__Your objective__
Every line below that holds the string "func" should be copied.

__Data shown__
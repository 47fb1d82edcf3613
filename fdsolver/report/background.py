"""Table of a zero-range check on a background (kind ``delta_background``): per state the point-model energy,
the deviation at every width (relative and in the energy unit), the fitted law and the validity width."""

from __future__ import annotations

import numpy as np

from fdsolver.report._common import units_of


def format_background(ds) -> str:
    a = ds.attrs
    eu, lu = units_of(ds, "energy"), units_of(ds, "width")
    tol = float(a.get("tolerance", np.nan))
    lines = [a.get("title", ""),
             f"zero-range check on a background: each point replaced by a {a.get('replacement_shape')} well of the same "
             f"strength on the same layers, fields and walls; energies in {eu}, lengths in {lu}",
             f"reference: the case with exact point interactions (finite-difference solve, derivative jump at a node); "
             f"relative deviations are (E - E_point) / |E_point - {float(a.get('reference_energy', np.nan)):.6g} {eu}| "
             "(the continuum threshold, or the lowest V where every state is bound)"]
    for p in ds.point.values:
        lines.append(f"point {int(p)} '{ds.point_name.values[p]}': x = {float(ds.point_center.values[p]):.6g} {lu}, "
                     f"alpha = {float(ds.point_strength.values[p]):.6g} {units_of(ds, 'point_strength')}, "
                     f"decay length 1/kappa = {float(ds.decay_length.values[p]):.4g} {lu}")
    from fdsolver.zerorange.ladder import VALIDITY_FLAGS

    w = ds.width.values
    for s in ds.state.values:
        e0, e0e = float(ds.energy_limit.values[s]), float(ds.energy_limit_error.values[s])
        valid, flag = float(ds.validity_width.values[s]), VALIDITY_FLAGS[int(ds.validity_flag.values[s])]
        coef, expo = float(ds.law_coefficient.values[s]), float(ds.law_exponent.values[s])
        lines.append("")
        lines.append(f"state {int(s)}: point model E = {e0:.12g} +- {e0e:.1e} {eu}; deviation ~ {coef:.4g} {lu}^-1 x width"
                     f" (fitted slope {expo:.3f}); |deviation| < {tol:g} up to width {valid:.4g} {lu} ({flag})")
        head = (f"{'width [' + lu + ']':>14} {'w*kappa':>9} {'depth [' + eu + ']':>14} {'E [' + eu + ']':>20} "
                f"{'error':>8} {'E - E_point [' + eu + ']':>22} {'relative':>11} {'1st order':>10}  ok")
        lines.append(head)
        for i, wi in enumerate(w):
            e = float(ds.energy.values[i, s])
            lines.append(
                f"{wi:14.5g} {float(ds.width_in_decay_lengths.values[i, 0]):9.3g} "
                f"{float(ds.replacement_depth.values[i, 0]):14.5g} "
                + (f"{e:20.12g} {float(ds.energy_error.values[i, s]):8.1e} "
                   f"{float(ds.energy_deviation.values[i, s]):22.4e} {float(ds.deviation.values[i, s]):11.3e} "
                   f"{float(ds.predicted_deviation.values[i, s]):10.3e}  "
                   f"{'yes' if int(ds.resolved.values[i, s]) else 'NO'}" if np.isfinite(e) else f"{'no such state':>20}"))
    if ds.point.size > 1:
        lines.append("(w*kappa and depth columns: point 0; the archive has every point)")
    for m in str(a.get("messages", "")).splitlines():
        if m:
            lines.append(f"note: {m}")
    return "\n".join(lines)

---

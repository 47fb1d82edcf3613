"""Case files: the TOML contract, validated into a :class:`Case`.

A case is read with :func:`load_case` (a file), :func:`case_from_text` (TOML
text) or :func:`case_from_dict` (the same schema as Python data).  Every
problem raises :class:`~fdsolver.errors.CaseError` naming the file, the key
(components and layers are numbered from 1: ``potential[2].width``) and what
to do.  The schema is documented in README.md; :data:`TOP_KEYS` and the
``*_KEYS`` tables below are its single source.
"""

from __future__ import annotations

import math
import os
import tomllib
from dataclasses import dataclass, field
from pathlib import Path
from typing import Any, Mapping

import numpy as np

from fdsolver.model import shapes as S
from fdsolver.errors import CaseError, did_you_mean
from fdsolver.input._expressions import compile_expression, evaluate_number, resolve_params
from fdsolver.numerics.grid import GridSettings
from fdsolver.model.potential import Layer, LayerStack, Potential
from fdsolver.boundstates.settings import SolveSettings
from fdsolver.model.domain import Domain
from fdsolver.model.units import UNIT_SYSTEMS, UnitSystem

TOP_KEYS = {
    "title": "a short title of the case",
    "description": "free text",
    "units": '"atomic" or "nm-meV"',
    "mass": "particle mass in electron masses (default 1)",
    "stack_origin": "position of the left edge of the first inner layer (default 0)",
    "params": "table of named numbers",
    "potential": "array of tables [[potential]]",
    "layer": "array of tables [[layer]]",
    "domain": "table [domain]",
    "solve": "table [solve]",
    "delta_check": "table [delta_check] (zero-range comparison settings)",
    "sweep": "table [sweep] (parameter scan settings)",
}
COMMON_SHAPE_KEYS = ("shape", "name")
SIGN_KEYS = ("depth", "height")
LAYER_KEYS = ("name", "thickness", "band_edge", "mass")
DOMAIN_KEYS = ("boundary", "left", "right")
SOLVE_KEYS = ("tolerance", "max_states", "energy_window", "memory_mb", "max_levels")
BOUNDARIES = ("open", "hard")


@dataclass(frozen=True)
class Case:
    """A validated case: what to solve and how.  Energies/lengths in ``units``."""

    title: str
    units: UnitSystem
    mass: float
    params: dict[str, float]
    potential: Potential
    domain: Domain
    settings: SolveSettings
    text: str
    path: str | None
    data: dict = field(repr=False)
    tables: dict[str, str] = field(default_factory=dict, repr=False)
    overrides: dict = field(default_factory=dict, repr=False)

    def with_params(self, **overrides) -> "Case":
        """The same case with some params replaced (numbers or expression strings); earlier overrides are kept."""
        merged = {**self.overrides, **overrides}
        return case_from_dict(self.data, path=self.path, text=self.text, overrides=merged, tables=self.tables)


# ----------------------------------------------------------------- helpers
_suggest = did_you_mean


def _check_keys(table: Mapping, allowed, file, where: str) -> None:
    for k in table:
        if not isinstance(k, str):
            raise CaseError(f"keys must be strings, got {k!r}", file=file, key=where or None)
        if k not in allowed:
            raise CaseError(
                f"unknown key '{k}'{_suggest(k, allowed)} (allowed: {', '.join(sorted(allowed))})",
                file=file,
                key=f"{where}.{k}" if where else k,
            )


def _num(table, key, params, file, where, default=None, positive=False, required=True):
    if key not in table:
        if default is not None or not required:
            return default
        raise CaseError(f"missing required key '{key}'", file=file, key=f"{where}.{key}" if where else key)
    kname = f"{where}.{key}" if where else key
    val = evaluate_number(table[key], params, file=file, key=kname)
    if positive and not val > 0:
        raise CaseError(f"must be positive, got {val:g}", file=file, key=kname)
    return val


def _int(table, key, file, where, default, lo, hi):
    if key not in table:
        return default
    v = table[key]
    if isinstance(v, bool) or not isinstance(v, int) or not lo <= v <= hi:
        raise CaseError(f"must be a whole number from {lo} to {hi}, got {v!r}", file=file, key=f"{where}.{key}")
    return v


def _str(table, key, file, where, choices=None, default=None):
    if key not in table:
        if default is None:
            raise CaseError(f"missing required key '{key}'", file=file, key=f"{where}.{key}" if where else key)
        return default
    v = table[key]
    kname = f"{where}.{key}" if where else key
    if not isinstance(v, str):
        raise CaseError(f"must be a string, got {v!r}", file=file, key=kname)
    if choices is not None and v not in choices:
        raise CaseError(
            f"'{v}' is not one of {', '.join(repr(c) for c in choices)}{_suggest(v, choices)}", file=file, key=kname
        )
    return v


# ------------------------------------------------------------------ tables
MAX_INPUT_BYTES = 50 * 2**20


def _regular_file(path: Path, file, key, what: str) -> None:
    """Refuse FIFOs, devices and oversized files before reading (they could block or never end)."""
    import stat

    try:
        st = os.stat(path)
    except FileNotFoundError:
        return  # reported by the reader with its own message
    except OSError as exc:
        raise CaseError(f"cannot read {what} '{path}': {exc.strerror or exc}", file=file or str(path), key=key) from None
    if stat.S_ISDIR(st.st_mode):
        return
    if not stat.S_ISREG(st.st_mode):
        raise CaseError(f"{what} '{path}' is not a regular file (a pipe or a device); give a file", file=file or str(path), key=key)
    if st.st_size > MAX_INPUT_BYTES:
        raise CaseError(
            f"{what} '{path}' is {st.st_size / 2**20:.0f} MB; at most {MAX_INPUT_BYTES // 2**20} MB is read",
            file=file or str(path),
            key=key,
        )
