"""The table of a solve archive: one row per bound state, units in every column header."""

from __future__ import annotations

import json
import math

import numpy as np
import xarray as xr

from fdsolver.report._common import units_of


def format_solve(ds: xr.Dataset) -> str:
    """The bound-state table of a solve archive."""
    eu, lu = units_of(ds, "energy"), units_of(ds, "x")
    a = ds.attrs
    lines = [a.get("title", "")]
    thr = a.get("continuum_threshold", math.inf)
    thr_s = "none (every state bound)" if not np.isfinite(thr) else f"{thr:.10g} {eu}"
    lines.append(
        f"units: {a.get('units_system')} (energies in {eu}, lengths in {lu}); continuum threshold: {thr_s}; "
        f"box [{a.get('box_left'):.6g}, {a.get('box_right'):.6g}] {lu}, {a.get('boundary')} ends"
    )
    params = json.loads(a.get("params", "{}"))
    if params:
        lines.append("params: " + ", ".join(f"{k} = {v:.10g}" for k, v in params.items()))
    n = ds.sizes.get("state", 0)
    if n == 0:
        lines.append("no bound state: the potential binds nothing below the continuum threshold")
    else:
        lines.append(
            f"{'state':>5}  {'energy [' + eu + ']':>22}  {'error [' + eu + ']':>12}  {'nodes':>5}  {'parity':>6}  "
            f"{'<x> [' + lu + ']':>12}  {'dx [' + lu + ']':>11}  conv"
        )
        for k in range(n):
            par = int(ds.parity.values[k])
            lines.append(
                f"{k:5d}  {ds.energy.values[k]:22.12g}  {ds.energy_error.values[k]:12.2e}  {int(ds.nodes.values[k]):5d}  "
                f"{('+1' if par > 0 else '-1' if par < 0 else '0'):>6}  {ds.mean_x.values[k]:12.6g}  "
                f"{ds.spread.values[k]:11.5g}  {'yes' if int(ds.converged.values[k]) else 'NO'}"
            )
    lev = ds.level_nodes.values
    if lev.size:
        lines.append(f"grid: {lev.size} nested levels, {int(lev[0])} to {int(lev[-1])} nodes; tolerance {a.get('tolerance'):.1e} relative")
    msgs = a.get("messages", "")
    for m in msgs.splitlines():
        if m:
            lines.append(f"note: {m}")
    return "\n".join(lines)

__Exercise answer__
A case is read with :func:`load_case` (a file), :func:`case_from_text` (TOML
text) or :func:`case_from_dict` (the same schema as Python data).  Every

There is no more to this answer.